# Kommentar zum Thema "Gütesiegel für Dialer"



## Heiko (6 April 2002)

Folgender Kommentar wurde bei der Umfrage eingetragen. Der Verfasser  ist mir nicht bekannt.
Da dieser Kommentar meiner Meinung nach einigen Diskussionsstoff bietet habe ich ihn mal hierher übernommen.

--------------------
Nimmt man Selbstkontrolle und Gütesiegel in einem Zusammenhang in den Mund, kommt man eigentlich sehr schnell drauf, was hier passiert: Auf Kaffeefahrten kriegt der unbedarfte Kunde die Daunenfederdecke mit eingelassenen Magnetstreifen zur Magnetfeldtherapie und natürlich einem wunderschönen Gütesiegel auch zum absoluten Schnäppchenpreis angedreht. Da gibt´s allerdings inzwischen die passende Rechtsprechung, die den Verbraucher schützt. Bei einer Dienstleistung per Dialer, mitunter nicht einmal erwünscht, sieht es dagegen richtig mau aus. Die Pressemeldungen um ein Gütesiegel für Dialer verraten doch nur eines: Da bangt eine Branche, die nicht zu Unrecht in Verruf geraten ist um Ihre Existenzberechtigung. Nicht der Verbraucher soll hier geschützt werden, sondern den Anbietern dieser Software wird eine verbesserte Ausgangsposition für künftige Rechtstreite an die Hand gegeben. Und die Spam-Wellen der letzten Tage scheinen genau dies zu bestätigen, sind sie doch deutlich auf einen solchen Anbieter zurück zu führen, der sich auch um das Gütesiegel bemühte. Dem Verbraucher nützt das gegenwärtig rein gar nichts. Er wird weiterhin mit schmierigen Mails und noch fragwürdigeren Website-Inhalten auf falsche Fährten gelockt, jedoch der Dialer, der am Ende steht ist mit seinem Gütesiegel wasserdicht. Schließlich kommt mit ihm erst der Vertrag zustande und hat nichts mit der äußerst innovativen Form von Werbung zu tun, die das Opfer ein ums ander Mal unerwünscht in seinem Postfach vorfindet.
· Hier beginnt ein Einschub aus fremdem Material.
/** The searchable dimensions of a scheme at a span: its free, unpinned options, and its rise when the search owns it. */
export function dimensionsOf(model: SchemeModel, options: SchemeOptions, pinned: readonly string[], rise: RiseSetting, spanM?: number): Dimension[] {
  const dims = model.options.filter((spec) => spec.free === true && !pinned.includes(spec.key)).map((spec) => optionDimension(spec, options[spec.key] ?? model.defaults[spec.key] ?? 0, spanM));
  if (rise.kind === "search") {
    const values = gridOf(rise.minM, rise.maxM, rise.stepM, false);
    dims.push({ key: RISE_KEY, values, start: nearestIndex(values, rise.startM), form: false, ...(model.riseSpanRatio?.byTrend ? { trend: model.riseSpanRatio.byTrend } : {}) });
  }
  return coarsenForms(dims);
}

/**
 * Most forms (combinations of the form dimensions' values) one search scans; a count with more values
 * than fit (the cable net's 46 mast counts) is scanned at every k-th value and then at the values
 * between the scanned ones next to the best (coarse then fine: 16 + 2 × (k − 1) designs, where trying
 * all 46 made the demo's span study 2.8 times the net's designs and the page missed its minute).
 */
export const MAX_FORMS = 16;

function formCount(dims: readonly Dimension[]): number {
  return dims.reduce((n, d) => (d.form ? n * Math.ceil(d.values.length / (d.stride ?? 1)) : n), 1);
}

/** While the forms are too many, the count of most values is scanned at every k-th value (k as small as fits); a descent when even that cannot fit. */
function coarsenForms(dims: Dimension[]): Dimension[] {
  while (formCount(dims) > MAX_FORMS) {
    const widest = dims.filter((d) => d.form && !d.stride && typeof d.values[0] === "number").sort((a, b) => b.values.length - a.values.length)[0];
    if (!widest) break;
    const others = formCount(dims.filter((d) => d !== widest));
    const stride = Math.ceil(widest.values.length / Math.max(1, Math.floor(MAX_FORMS / others)));
    if (stride * 2 > widest.values.length) widest.form = false;
    else widest.stride = stride;
  }
  return dims;
}

/** How the rise is set for one scheme: searched within a range, or fixed (pinned by the user, or the common rise). */
export type RiseSetting = { kind: "search"; minM: number; maxM: number; stepM: number; startM: number } | { kind: "fixed"; riseM: number; source: "pinned" | "common" };

/** Designs the descent from the set values may assess before the forms are tried. */
const WARM_BUDGET = 24;
/** The forms best at the warm proportions whose proportions are searched again, and the designs each such descent may assess. */
const BRANCHES = 2;
const BRANCH_BUDGET = 12;
/** Designs of a coarsely scanned count between the scanned values (next to the best and to the preferred). */
const FINE_BUDGET = 8;
/** Designs each proportion's pull toward its reference may assess (a bisection), and all the pulls together. */
const PULL_STEPS = 3;
const PULL_BUDGET = 9;
/** Most designs one search assesses (the search is deterministic: no clock decides it). */
export const MAX_EVALUATIONS = WARM_BUDGET + MAX_FORMS + FINE_BUDGET + BRANCHES * BRANCH_BUDGET + PULL_BUDGET;
/**
 * Forms whose best is within this fraction of the least objective count as equal, and the simplest
 * of them (the first in declaration order: the smaller count, the first choice) is chosen, so that
 * neighbouring spans do not flip between two forms of the same merit. 3 %: the cable net's objective
 * moves by 1–2 % from one mast count to the next (catalogue steps; 95–100 m: 3 masts 39.1/40.3, 5
 * masts 40.0/39.9 kgCO2e/m²); at 1 % it flipped 3 → 4 → 3 masts at 135–145 m and 155–165 m, at 3 %
 * it keeps 3 masts to 165 m. A feasibility estimate does not tell forms 3 % apart.
 */
export const FORM_TIE_FRACTION = 0.03;
/**
 * Within the chosen form, proportions whose objective is within this fraction of the least count as
 * equal, and those nearest the references (the set values; the rise's preferred rise ÷ span; a
 * count's reference per metre of span) are chosen: on a flat objective (the cable net's mast ring and
 * height, the cable dome's ring height, a plateau of member lengths that give the same mesh) the
 * choice then stays at the same proportions from span to span instead of following the 1–2 % steps of
 * the catalogue sections. 2 %: the search no longer finds the exact least of a smooth bowl but the
 * point of the band nearest the reference (0 % was the rule before; the cable net's ring and height
 * wandered over 0.6–0.65 and 0.15–0.3 between neighbouring spans).
 */
export const PROPORTION_TIE_FRACTION = 0.02;

/** The objective at an index, each design assessed once, within a budget the phases of the search set. */
interface Evaluator {
  value: (at: readonly number[]) => number;
  allow: (designs: number) => void;
  count: () => number;
  /** Every index assessed, with its value. */
  assessed: () => { at: number[]; value: number }[];
}

function evaluator(assess: (index: readonly number[]) => number): Evaluator {
  const seen = new Map<string, number>();
  let limit = 0;
  return {
    value: (at) => {
      const key = at.join(",");
      const known = seen.get(key);
      if (known !== undefined) return known;
      if (seen.size >= limit) return Number.POSITIVE_INFINITY;
      const v = assess(at);
      seen.set(key, v);
      return v;
    },
    allow: (designs) => (limit = seen.size + designs),
    count: () => seen.size,
    assessed: () => [...seen.entries()].map(([key, value]) => ({ at: key.split(",").map(Number), value })),
  };
}

/**
 * Coordinate descent over the `moving` dimensions from `from`: an ordered one by a line search whose
 * stride starts at a quarter of its range (a grid step after the first pass) and halves when neither
 * neighbour improves; a choice tried in full (a five-point scan across each range first was tried:
 * it found other basins at neighbouring spans and made the cable dome jump more, not less). Passes repeat until one moves nothing (or the budget ends).
 */
function descend(dims: readonly Dimension[], moving: readonly number[], from: readonly number[], ev: Evaluator): number[] {
  let index = [...from];
  let best = ev.value(index);
  const tryAt = (k: number, at: number): boolean => {
    if (at < 0 || at >= (dims[k]?.values.length ?? 0) || at === index[k]) return false;
    const next = index.map((x, j) => (j === k ? at : x));
    const v = ev.value(next);
    if (!(v < best)) return false;
    [best, index] = [v, next];
    return true;
  };
  for (let pass = 0, moved = true; moved && pass < 4; pass++) {
    moved = false;
    for (const k of moving) {
      const dim = dims[k] as Dimension;
      if (typeof dim.values[0] !== "number") {
        dim.values.forEach((_, i) => (moved = tryAt(k, i) || moved));
        continue;
      }
      for (let stride = pass === 0 ? Math.max(1, Math.floor((dim.values.length - 1) / 4)) : 1; stride >= 1; ) {
        const here = index[k] ?? 0;
        if (tryAt(k, here + stride) || tryAt(k, here - stride)) moved = true;
        else stride = Math.floor(stride / 2);
      }
    }
  }
  return index;
}

/** Every combination of the form dimensions' values laid over `base`, simplest first (declaration order, values in order). */
function formsOver(dims: readonly Dimension[], base: readonly number[]): number[][] {
  let out: number[][] = [[...base]];
  dims.forEach((d, k) => {
    if (d.form) out = out.flatMap((at) => d.values.flatMap((_, i) => (i % (d.stride ?? 1) === 0 ? [at.map((x, j) => (j === k ? i : x))] : [])));
  });
  return out;
}

/** Whether a dimension is searched at an index: unconditional, or its condition met there (or by the fixed options). */
function activeAt(dims: readonly Dimension[], d: Dimension, at: readonly number[], options: SchemeOptions): boolean {
  if (!d.when) return true;
  const k = dims.findIndex((x) => x.key === d.when?.key);
  const value = k >= 0 ? dims[k]?.values[at[k] ?? 0] : options[d.when.key];
  return value === d.when.value;
}
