import type { Design } from "../schemes/types";
import type { FactorRow } from "../carbon";
import { missingMaterials, missingItems } from "../takeoff/missing-rows";
import type { RateRow } from "../cost";

/** A row that the schemes' take-offs need and a table lacks, with the schemes that need it. */
export interface TableGap {
  table: "factors" | "rates";
  /** Material id (factors) or cost item id (rates). */
  key: string;
  /** Labels (or ids) of the schemes whose take-off needs the row. */
  schemes: string[];
}

/** One scheme's take-off, named for the messages. */
export type NamedDesign = { label: string; design: Pick<Design, "takeoff"> };

/**
 * Every material without a factor row and every cost item without a rate row that the given
 * designs need, each once with the schemes that need it (factors first, then rates, in take-off order).
 * Pass only the table to check to check one.
 */
export function tableGaps(designs: readonly NamedDesign[], tables: { factors?: readonly FactorRow[]; rates?: readonly RateRow[] }): TableGap[] {
  const gaps = new Map<string, TableGap>();
  const note = (table: TableGap["table"], key: string, scheme: string) => {
    const id = `${table}:${key}`;
    const gap = gaps.get(id) ?? { table, key, schemes: [] };
    if (!gap.schemes.includes(scheme)) gap.schemes.push(scheme);
    gaps.set(id, gap);
  };
  const { factors, rates } = tables;
  if (factors) for (const d of designs) for (const m of missingMaterials(d.design.takeoff, factors)) note("factors", m.key, d.label);
  if (rates) for (const d of designs) for (const m of missingItems(d.design.takeoff, rates)) note("rates", m.key, d.label);
  return [...gaps.values()];
}

/** `no carbon factor for material "steel-plate" (needed by Cable dome, Truss roof)`. */
export function describeGap(gap: TableGap): string {
  const what = gap.table === "factors" ? `no carbon factor for material "${gap.key}"` : `no rate for cost item "${gap.key}"`;
  return `${what} (needed by ${gap.schemes.join(", ")})`;
}

/** The gaps as one text, at most `max` listed and then "… and N more". */
export function describeGaps(gaps: readonly TableGap[], max = 12, separator = "; "): string {
  const lines = gaps.slice(0, max).map(describeGap);
  if (gaps.length > max) lines.push(`… and ${gaps.length - max} more`);
  return lines.join(separator);
}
Telefonmehrwertdienste hin oder her, man sollte den Verbraucher doch für mündig genug halten, dass er seine DFÜ-Einwahl selbstständig konfigurieren kann, sofern er entsprechend zu honorierende Dienstleistungen in Anspruch nehmen darf und möchte.


----------



## dialerfucker (7 April 2002)

Heiko schrieb:
			
		

> Folgender Kommentar wurde bei der Umfrage eingetragen. Der Verfasser  ist mir nicht bekannt.
> Da dieser Kommentar meiner Meinung nach einigen Diskussionsstoff bietet habe ich ihn mal hierher übernommen.
> 
> --------------------
> ....jedoch der Dialer, der am Ende steht ist mit seinem Gütesiegel wasserdicht.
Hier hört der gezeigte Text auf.